Delhi wakes up to foggy morning

The fog disrupted train services and sparked a spike in air pollution on Saturday.
Hindustan Times, New Delhi | By Ritam Halder
PUBLISHED ON JAN 13, 2018 10:28 AM IST

It was a foggy Saturday morning in the capital with the minimum temperature recorded at 5.5 degrees Celsius, two notches below the season’s average, the weather office said.

On Saturday, mainly clear sky is expected for the rest of the day with the maximum temperature expected to be around 24 degrees Celsius.

“The maximum temperature on Friday was 23.7 degree Celsius, four notches above normal, while the minimum was 8, a degree above normal,” a MeT official said. The wind flow on Friday was from west-northwest direction of Delhi (i.e. Haryana) with possibility of shallow fog in the morning on Saturday, he said.

The fog continued to disrupt train operations.

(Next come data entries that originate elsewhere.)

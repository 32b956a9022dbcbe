"""The worker side of cluster runs: what a Dask worker executes for one run.

Each worker process keeps one `LocalExecutor` (its own small launcher, so peak
memory figures are the run's, not the worker's), a cache of the build steps it
has already run (once per host and rendered form), and a counter giving each
run's position on that host. The coordinator sends whole blocks
(`execute_block`); each result streams back as an event the moment its run
ends, so a run costs the worker its own launch and nothing more. Functions
here are sent to workers by reference, so benchharness must be importable on
every worker (same version as the coordinator).
"""

from __future__ import annotations

import os
import socket
import threading

_STATE: dict = {}
_LOCK = threading.Lock()


def _state() -> dict:
    with _LOCK:
        if "executor" not in _STATE:
            from benchharness.execute.local import LocalExecutor

            _STATE["executor"] = LocalExecutor()
            _STATE["builds"] = {}
            _STATE["position"] = 0
        return _STATE


def _worker_name(dask_worker=None) -> tuple[str, str]:
    if dask_worker is not None:
        return str(dask_worker.name), str(dask_worker.address)
    try:
        from distributed import get_worker

        w = get_worker()
        return str(w.name), str(w.address)
    except (ImportError, ValueError):
        return socket.gethostname(), ""


def host_facts() -> dict:
    """Machine facts of the host this worker runs on (for host.json)."""
    from benchharness.measure.host import collect_facts

    facts = collect_facts()
    facts["worker_pid"] = os.getpid()
    return facts


def identity(dask_worker=None) -> dict:
    """Who runs here; `Client.run` passes ``dask_worker`` to functions that take it."""
    name, addr = _worker_name(dask_worker)
    return {"hostname": socket.gethostname(), "worker": name, "address": addr,
            "pid": os.getpid()}


def _spec(part: dict, timeout_s, run_id=None, levels=None):
    from benchharness.execute.base import RunSpec

    if part.get("clean_env"):
        from benchharness.execute.envs import clean_environment

        env = clean_environment(os.environ)
    else:
        env = dict(os.environ)
    env.update(part.get("env") or {})
    if part.get("pad_bytes") is not None:
        from benchharness.execute.envs import PAD_VARIABLE

        env[PAD_VARIABLE] = "x" * int(part["pad_bytes"])
    return RunSpec(argv=tuple(part["argv"]) if part.get("argv") else None,
                   shell_command=part.get("shell"), env=env, cwd=part.get("cwd"),
                   timeout_s=timeout_s, run_id=run_id, levels=levels or {},
                   cpus=tuple(part["cpus"]) if part.get("cpus") else None,
                   nice=part.get("nice"), no_aslr=bool(part.get("no_aslr")),
                   capture_bytes=int(part.get("capture_bytes") or 64 * 1024))


def _step(ex, part: dict | None, timeout_s, levels) -> str | None:
    """Run one untimed step; why it failed, or None."""
    from benchharness.execute.engine import short_reason

    m = ex.execute(_spec(part, timeout_s, levels=levels))
    return None if m.status == "ok" else short_reason(m)


def _build(st: dict, ex, build: dict, levels) -> str:
    """Build once per host and rendered form; "" when it went well, else why not."""
    from benchharness.execute.engine import output_tail, short_reason

    # the rendered form includes the environment: `env: {CFLAGS: "-O{opt}"}` with a
    # plain `build: make` is one build per level of opt
    key = (tuple(build.get("argv") or ()), build.get("shell"), build.get("cwd"),
           tuple(sorted((build.get("env") or {}).items())))
    if key not in st["builds"]:
        bm = ex.execute(_spec(build, None, levels=levels))
        st["builds"][key] = "" if bm.status == "ok" else (
            f"build failed: {short_reason(bm)}"
            + ("" if bm.message else output_tail(bm.stderr_tail or bm.stdout_tail)))
    return st["builds"][key]


def execute_run(payload: dict) -> dict:
    """Run one planned run (with its build, reset and teardown) on this worker.

    ``payload``: ``run``, ``warmup``, ``levels``, ``timeout_s``, ``command``,
    ``build``, ``reset``, ``teardown`` (each ``{argv|shell, env, cwd}`` or None),
    ``keep_output`` (the coordinator reads the output: metrics, expect, samples).
    Returns plain data: ``measurement`` (a dict, or None when a step before the
    run failed: ``not_run`` says why), ``teardown`` (why the teardown failed,
    or ""), ``conditions``, ``host_position`` (0-based order of runs on this
    worker) and who ran it.
    """
    from dataclasses import asdict

    st = _state()
    ex = st["executor"]
    out: dict = {"run": payload["run"], "measurement": None, "not_run": None, "teardown": ""}
    timeout_s = payload.get("timeout_s")
    levels = payload.get("levels") or {}
    why = _build(st, ex, payload["build"], levels) if payload.get("build") else ""
    if not why and payload.get("reset") is not None and not payload.get("warmup"):
        failed = _step(ex, payload["reset"], timeout_s, levels)
        why = f"reset failed: {failed}" if failed else ""
    if why:
        out["not_run"] = why
    else:
        from benchharness.measure.host import sample_run_conditions

        cmd = payload["command"]
        out["conditions"] = sample_run_conditions(tuple(cmd["cpus"]) if cmd.get("cpus")
                                                  else None)
        m = ex.execute(_spec(cmd, timeout_s, run_id=payload["run"], levels=levels))
        md = asdict(m)
        if not payload.get("keep_output", True):
            md["stdout_tail"] = md["stderr_tail"] = b""
        out["measurement"] = md
        if payload.get("teardown") is not None:
            failed = _step(ex, payload["teardown"], timeout_s, levels)
            out["teardown"] = f"teardown failed: {failed}" if failed else ""
    with _LOCK:
        out["host_position"] = st["position"]
        st["position"] += 1
    if "identity" not in st:
        st["identity"] = identity()
    out.update(st["identity"])
    return out


def execute_block(payloads: list, topic: str, attempt: str) -> list:
    """Run a whole block here, back to back, streaming each result as it ends.

    Each result goes to the coordinator at once as an event on ``topic``
    (``{"attempt", "result"}``; the coordinator subscribed to it before it sent
    the block), without waiting for it to arrive; the block's return value
    holds every result again, so nothing is lost when an event is. The block
    stops early, after the run in progress, once the coordinator is gone (the
    scheduler then cancels this task).
    """
    results = []
    for payload in payloads:
        if not _still_wanted():
            break
        res = execute_run(payload)
        results.append(res)
        _send(topic, {"attempt": attempt, "result": res})
    return results


def _send(topic: str, msg: dict) -> None:
    try:
        from distributed import get_worker

        get_worker().log_event(topic, msg)
    except (ImportError, ValueError, TypeError):
        pass  # not on a worker, or not serializable: the block's return value carries it


def _still_wanted() -> bool:
    """False once the scheduler cancelled this task (its coordinator went away)."""
    try:
        from distributed import get_worker
        from distributed.worker import thread_state

        ts = get_worker().state.tasks.get(thread_state.key)
        return ts is None or ts.state not in ("cancelled", "released", "forgotten")
    except Exception:  # noqa: BLE001 - outside a worker, or another version: keep going
        return True
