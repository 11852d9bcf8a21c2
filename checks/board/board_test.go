package board

import (
	"math"
	"strings"
	"testing"

	"github.com/biaslint/biaslint/netlist"
)

func circuit(t *testing.T, src string) *netlist.Circuit {
	t.Helper()
	c, err := netlist.ReadSource("b.cir", []byte(src), &netlist.LoadOptions{ReadFile: netlist.NoFiles})
	if err != nil {
		t.Fatal(err)
	}
	return c
}

const annotated = `pump controller
.subckt drv in sup gnd
RB in b 1k
Q1 sup b gnd N
*@device RB power_rating=0.125
*@waive floating-base Q1 the driver IC holds its output low in reset
.ends
V1 a 0 PULSE(0 5 0 1u 1u 1m 2m)
*@device V1 driver=yes tol=2%
X1 a vcc 0 drv
X2 a vcc 0 drv
VCC vcc 0 12
.model N NPN
*@part N vceo=45 icmax=100m hfemin=110
*@device Q7 role=switch
*@device X1.Q1 role=sometimes
*@part N vceo=50 colour=blue
*@waive no-emitter-degeneration X1.Q1
*@lamp X1
`

func TestFromCircuit(t *testing.T) {
	s, errs := FromCircuit(circuit(t, annotated))
	// The annotation inside the subcircuit body applies to each instance.
	for _, name := range []string{"X1.RB", "X2.RB"} {
		if d := s.Device(name); d == nil || d.Power != 0.125 {
			t.Errorf("%s: %+v, want power 0.125 W", name, d)
		}
	}
	if d := s.Device("v1"); d == nil || !d.Driver || math.Abs(d.Tol-0.02) > 1e-15 {
		t.Errorf("V1: %+v, want driver, tol 0.02", d)
	}
	p := s.Part("n")
	if p == nil || p.VCEO != 50 || p.ICMax != 0.1 || p.HFEMin != 110 || !math.IsNaN(p.Pd) {
		t.Errorf("part N: %+v, want vceo 50 (second annotation wins), icmax 0.1, hfemin 110, pd unknown", p)
	}
	if len(s.Waivers) != 2 || s.Waivers[0].Device != "X1.Q1" || s.Waivers[1].Device != "X2.Q1" ||
		s.Waivers[0].Reason != "the driver IC holds its output low in reset" {
		t.Errorf("waivers: %+v", s.Waivers)
	}
	var msgs []string
	for _, e := range errs.List {
		msgs = append(msgs, e.Error())
	}
	all := strings.Join(msgs, "\n")
	for _, want := range []string{
		"b.cir:15:10: warning: *@device names Q7, which is not in the circuit",
		"role=sometimes must be one of switch, common-emitter",
		`unknown key "colour"`,
		"gives no reason",
		"unknown annotation *@lamp",
		"vceo=50 replaces 45",
	} {
		if !strings.Contains(all, want) {
			t.Errorf("diagnostics lack %q:\n%s", want, all)
		}
	}
}

func TestBoardFile(t *testing.T) {
	c := circuit(t, annotated)
	s, err := Parse("board.yaml", []byte(`
ambient: 40
parts:
  N: {vceo: 60, pd: 625m}
devices:
  X1.RB: {power_rating: 1/4}
  VCC: {tol: 1%}
waivers:
  - {rule: floating-base, device: X2.Q1, reason: "same driver as X1"}
`), c)
	if err == nil {
		t.Fatal("power: 1/4 accepted")
	}
	if !strings.Contains(err.Error(), "board.yaml:6:11:") {
		t.Errorf("error not located at the value: %v", err)
	}
	s, err = Parse("board.yaml", []byte(`
ambient: 40
parts:
  N: {vceo: 60, pd: 625m}
devices:
  X1.RB: {power_rating: 0.25}
  VCC: {tol: 1%}
waivers:
  - {rule: floating-base, device: X2.Q1, reason: "same driver as X1"}
`), c)
	if err != nil {
		t.Fatal(err)
	}
	base, errs := FromCircuit(c)
	base.Merge(s, errs)
	if base.Ambient != 40 || base.Part("N").VCEO != 60 || base.Part("N").Pd != 0.625 || base.Part("N").ICMax != 0.1 {
		t.Errorf("merged part: %+v ambient %g", base.Part("N"), base.Ambient)
	}
	if base.Device("X1.RB").Power != 0.25 || base.Device("X2.RB").Power != 0.125 {
		t.Errorf("board file should set X1.RB only")
	}
	if len(base.Waivers) != 3 {
		t.Errorf("waivers: %d, want 3", len(base.Waivers))
	}
}

func TestBoardFileErrors(t *testing.T) {
	c := circuit(t, annotated)
	for _, tc := range []struct{ src, want string }{
		{"ambient: [1]\n", "b.yaml:1:10: error: ambient"},
		{"parts:\n  N: {vceo: -3}\n", "b.yaml:2:13: error: part N: vceo"},
		{"parts:\n  N: {volts: 3}\n", `b.yaml:2:7: error: part N: unknown key "volts"`},
		{"devices:\n  Q9: {role: switch}\n", "b.yaml:2:3: error: devices: Q9 is not in the circuit"},
		{"waivers:\n  - {rule: floating-base, device: X1.Q1}\n", "b.yaml:2:5: error: waiver of floating-base on X1.Q1 gives no reason"},
		{"colour: blue\n", `b.yaml:1:1: error: unknown key "colour"`},
		{"parts: {N: [\n", "b.yaml:"},
		{"- 1\n- 2\n", "b.yaml:1:1: error: a board file is a mapping"},
	} {
		_, err := Parse("b.yaml", []byte(tc.src), c)
		if err == nil || !strings.Contains(err.Error(), tc.want) {
			t.Errorf("%q: error %v, want %q", tc.src, err, tc.want)
		}
	}
}

// A waiver's reason is kept as written, key=value words and quotes included.
func TestWaiverReasonAsWritten(t *testing.T) {
	s, _ := FromCircuit(circuit(t, `reason text
V1 a 0 5
R1 a 0 1k
*@waive resistor-power-over-rating R1 rated "2 W" part, R=1k  in the BOM
*@waive resistor-power-over-rating "
`))
	if len(s.Waivers) != 1 || s.Waivers[0].Reason != `rated "2 W" part, R=1k  in the BOM` {
		t.Errorf("waivers %+v", s.Waivers)
	}
}
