package board

import (
	"math"
	"strings"
	"testing"

	"github.com/biaslint/biaslint/netlist"
)

// fuzzNetlist is a small legal board the fuzzed annotations and board
// files talk about: a transistor, resistors, a supply and a drive, one
// subcircuit instance.
const fuzzNetlist = `Fuzz board
VCC vcc 0 12
VIN in 0 PULSE(0 5 0 1u 1u 1m 2m)
RB in b 4.7k
RC vcc c 1k
Q1 c b 0 QGEN
X1 vcc 0 LOAD
.subckt LOAD a k
RL a k 10k
.ends
.model QGEN NPN (IS=1e-14 BF=200)
`

func fuzzCircuit(t *testing.T, extra string) *netlist.Circuit {
	t.Helper()
	opts := &netlist.LoadOptions{ReadFile: netlist.NoFiles, MaxElements: 200}
	d, _ := netlist.Parse("fuzz.cir", []byte(fuzzNetlist+extra), opts)
	c, _ := netlist.Flatten(d)
	if c == nil {
		t.Fatal("Flatten returned no circuit")
	}
	return c
}

// checkSettings tests what any Settings must hold: every rating and
// setting unknown (NaN) or a finite number in range, every entry and
// waiver located.
func checkSettings(t *testing.T, s *Settings) {
	t.Helper()
	if s == nil {
		return
	}
	if !math.IsNaN(s.Ambient) && (math.IsInf(s.Ambient, 0) || s.Ambient < -273.15) {
		t.Errorf("ambient %g", s.Ambient)
	}
	for k, p := range s.Parts {
		for _, key := range RatingKeys {
			if v := *p.field(key); !math.IsNaN(v) && (math.IsInf(v, 0) || v < 0) {
				t.Errorf("part %s: %s = %g", k, key, v)
			}
		}
	}
	for k, d := range s.Devices {
		for _, v := range []float64{d.Power, d.Tol, d.Amplitude} {
			if !math.IsNaN(v) && (math.IsInf(v, 0) || v < 0) {
				t.Errorf("device %s: setting %g", k, v)
			}
		}
		if d.Role != "" && d.Role != "switch" && d.Role != "linear" {
			t.Errorf("device %s: role %q", k, d.Role)
		}
	}
	for _, w := range s.Waivers {
		if w.Rule == "" || w.Device == "" || !w.Pos.IsValid() {
			t.Errorf("waiver %+v", w)
		}
	}
}

// checkLocated tests that every diagnostic names file with a line.
func checkLocated(t *testing.T, l *netlist.ErrorList, file string) {
	t.Helper()
	if l == nil {
		return
	}
	for _, e := range l.List {
		if e.Pos.File != file || !e.Pos.IsValid() || e.Msg == "" {
			t.Errorf("diagnostic not located in %s: %q", file, e)
		}
	}
}

// FuzzAnnotations appends fuzzed comment annotations to a legal netlist
// and reads them: the netlist reader's annotation parser, then
// FromCircuit. No panic; every warning located in the netlist; every
// setting finite or unknown.
func FuzzAnnotations(f *testing.F) {
	for _, s := range []string{
		"*@part QGEN vceo=40 icmax=200m pd=625m\n",
		"*@device Q1 role=switch\n*@device RC power_rating=0.5 tol=1%\n*@device VIN driver=yes\n",
		"*@waive floating-base Q1 the driver has a pull-down\n",
		"*@part QGEN vceo=1.2.3k hfemin=-5 rthja=NaN tjmax=1e999\n",
		"*@device X1.RL power_rating=1\n*@device nosuch role=linear\n",
		"*@waive\n*@\n*@part\n*@device Q1 role\n*@device Q1 =switch\n",
		"*@part \"QGEN\" vceo=\"40\n*@waive x * reason with = signs and \"quotes\"\n",
		".subckt S a\n*@device RX power_rating=2\nRX a 0 1k\n.ends\nX2 vcc S\n",
	} {
		f.Add(s)
	}
	f.Fuzz(func(t *testing.T, extra string) {
		if len(extra) > 4096 {
			return
		}
		c := fuzzCircuit(t, extra)
		for _, a := range c.Annotations {
			if a.Pos.File != "fuzz.cir" || !a.Pos.IsValid() || len(a.ArgPos) != len(a.Args) {
				t.Fatalf("annotation %+v", a)
			}
		}
		s, errs := FromCircuit(c)
		if s == nil || errs == nil {
			t.Fatal("FromCircuit returned nil")
		}
		if errs.Err() != nil {
			t.Errorf("FromCircuit reports errors, not warnings: %v", errs.Err())
		}
		checkLocated(t, errs, "fuzz.cir")
		checkSettings(t, s)
	})
}

// FuzzBoardFile reads fuzzed board-file YAML for the fuzz netlist: no
// panic; an error is a located list; a result holds only finite settings.
func FuzzBoardFile(f *testing.F) {
	for _, s := range []string{
		"ambient: 40\nparts:\n  QGEN: {vceo: 40, vcbo: 60, vebo: 6, icmax: 200m, pd: 500m, tjmax: 150, rthja: 250, hfemin: 100, hfemax: 300}\n",
		"devices:\n  Q1: {role: switch}\n  RC: {power_rating: 1, tol: 1%}\n  VIN: {driver: yes}\n  X1.RL: {power_rating: 250m}\n",
		"waivers:\n  - {rule: floating-base, device: Q1, reason: \"held off by the driver\"}\n",
		"ambient: .nan\nparts:\n  QGEN: {vceo: .inf, pd: -1}\n",
		"parts: [1, 2]\ndevices: 3\nwaivers: {a: b}\n",
		"a: &x [*x]\n",
		"ambient: [40]\nparts:\n  QGEN: {vceo: {a: 1}}\ndevices:\n  Q1: [role]\n",
		"\t- bad\n",
		"ambient: 1e999\n",
	} {
		f.Add([]byte(s))
	}
	f.Fuzz(func(t *testing.T, src []byte) {
		if len(src) > 1<<16 {
			return
		}
		c := fuzzCircuit(t, "")
		for _, circ := range []*netlist.Circuit{c, nil} {
			s, err := Parse("board.yaml", src, circ)
			if err != nil {
				l := netlist.AsErrorList(err)
				if l == nil {
					t.Fatalf("error is not an error list: %v", err)
				}
				checkLocated(t, l, "board.yaml")
				if strings.TrimSpace(err.Error()) == "" {
					t.Fatal("empty error")
				}
				continue
			}
			if s == nil {
				t.Fatal("no settings and no error")
			}
			checkSettings(t, s)
		}
	})
}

Over 41 trains were running late, four rescheduled and 13 cancelled due to low visibility in Delhi and other parts of North India on Saturday, railway officials said.

In terms of pollution, the air quality worsened and became “very poor” on Saturday morning. The air quality index (AQI) clocked 336, higher than Friday’s 297, which is “very poor”. The AQI is calculated on a scale of 0-500. An AQI between 0-50 is considered good, 51-100 satisfactory, 101-200 moderate, 201-300 poor, 301-400 very poor and 401-500 severe.

Central Pollution Control Board air laboratory chief Dipankar Saha said the air quality is expected to deteriorate a bit on Saturday. “The wind speed will be marginally lower during the day time. Along with fog in the morning, this might lead to pollution levels increasing a bit,” Saha said.

According to the CPCB real-time monitoring, at 8am on Saturday, the concentrations of PM2.5 and PM10 were 207.9ug/m3 and 370.3ug/m3 respectively. This was a bit more compared to Friday as at 6pm the concentrations of PM2.5 and PM10 were 155.6ug/m3 and 276.4ug/m3.

Both PM10 and PM2.5 are ultrafine particles, the dominant pollutants in Delhi. The acceptable levels of PM10, the larger particulate matter, and PM 2.5, which measures the finer and more dangerous particulate matter, are 100μg/m3 and 60μg/m3, respectively.